We now introduce the dual constraints, that these combinations must be positive, that is, greater than 0.

We here get

2y₁+ y₂ +1 >= 0

2y₂ –y₁ + 1 >= 0

y₁ + y₂ + 2 >= 0

and now we want to maximize SUM (–b_jy_j) which means minimizing

SUM (b_jy_j)

In general, the dual of the LP defined by

SUM_k A_jk x_k <= b_j , maximize SUM (c_k x_k),

is, Minimize SUM (b_jy_j) subjecti to constraints SUM_j y_j A_jk >= -b_j.

Notice that the inequalities are reversed, the indices of variables and equations are reversed and maximization has sqitched to minimization in going from the original problem to its dual.

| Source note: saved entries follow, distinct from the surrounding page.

"""rdcheck harness: case files, the model layer, predictions, runs, stores, reports and the CLI.

Everything the command line does is callable from Python::

    from harness import load_case, build_model, predict_case
    case = load_case("cases/demo_1d_membrane_switch.toml", ["s=0.3"])
    points = predict_case(case, build_model(case))
"""

from __future__ import annotations

__version__ = "0.1.0"

#: Public name -> the submodule that defines it.
_EXPORTS = {
    "Case": "case", "load_case": "case", "CaseError": "errors", "InputError": "errors", "Kinetics": "kinetics",
    "conserved_basis": "kinetics", "reduced_eigenvalues": "kinetics", "linear_analysis": "linear",
    "Model": "model", "build_model": "model", "predict_case": "predict", "prediction_json": "predict",
    "Start": "simulate", "simulate": "simulate", "spike_analysis": "spike",
}

__all__ = ["__version__", *_EXPORTS]


def __getattr__(name: str):
    """Load a public name's module on first use, so that importing one submodule (a worker, the CLI) does
    not import every other one."""
    if name in _EXPORTS:
        from importlib import import_module

        return getattr(import_module(f".{_EXPORTS[name]}", __name__), name)
    msg = f"module {__name__!r} has no attribute {name!r}"
    raise AttributeError(msg)


def __dir__() -> list[str]:
    return sorted({*globals(), *_EXPORTS})
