"""Files written for one run: the HDF5 layout of `rdcheck simulate --save`."""

from __future__ import annotations

import json
import os
from pathlib import Path

import numpy as np

from .errors import InputError

__all__ = ["save_simulation"]


def save_simulation(path: str | Path, model, result) -> None:
    """Write datasets `coords` (points x dim), `times`, `state` (snapshots x species x points), `final`, and
    attributes `species`, `outcome`, `params` (JSON) and the run's JSON summary; atomically (temp + rename)."""
    import h5py

    from solvers.records import probe_nodes

    path = Path(path)
    tmp = path.with_name(path.name + ".partial")
    try:
        with h5py.File(tmp, "w") as f:
            f.create_dataset("coords", data=np.asarray(result.coords, dtype=float))
            f.create_dataset("times", data=np.asarray(result.run.snap_t, dtype=float))
            f.create_dataset("state", data=np.asarray(result.run.snap_u, dtype=float), compression="gzip")
            f.create_dataset("final", data=np.asarray(result.run.u, dtype=float))
            hist = f.create_group("history")
            for name in ("t", "mean", "lo", "hi", "rate", "probe"):
                hist.create_dataset(name, data=getattr(result.run.history, name))
            hist.create_dataset("probe_nodes", data=probe_nodes(np.asarray(result.coords, dtype=float)))
            f.attrs["species"] = np.array(model.species, dtype=h5py.string_dtype())
            f.attrs["outcome"] = result.outcome.outcome
            f.attrs["params"] = json.dumps(result.params)
            f.attrs["summary"] = json.dumps(result.to_json(model.species), allow_nan=False)
        os.replace(tmp, path)
    except OSError as exc:
        tmp.unlink(missing_ok=True)
        msg = f"{path}: `--save`: cannot write ({exc.strerror or exc})"
        raise InputError(msg) from None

It is customary to introduce a dual slack variable, t_k in the dual inequalities so that they become equalities.

Then for each index there are two variables: the original variables pair with the dual slack variables ; and the slack variables and dual variables pair together.

Why bother with the dual problem? What is its relevance here?

The original LP, which is usually called the primal problem, and the dual have an intimate relation with one another based on the following facts:

The interrelation is intrinsic to the equations themselves and do not depend on the form of the basis used to describe the equations. Thus it is preserved by a change in basis such as a pivot in either problem.

You can determine the solution to one problem immediately from the solution to the other.

In particular, one of each pair of variables must be 0 at the pair of solutions, Which means the basis variables in the dual must include the partners of the non-basis variables in the primal, and vice versa.

Furthermore the -v_k at the solution in the primal are the values of the t_k at the solution of the dual, (Exercise:Figure out the dual statement to this)

The value of the objective function in the primal and dual at solutions are always the same. An unbounded primal means an unfeasible dual and vice versa,

The value of the dual objective function at any feasible point in the dual is greater than the value of the primal objective function at any feasible primary point.

Not only are these statements true and useful, but there are ways to switch from the primal to the dual problem to make things easier.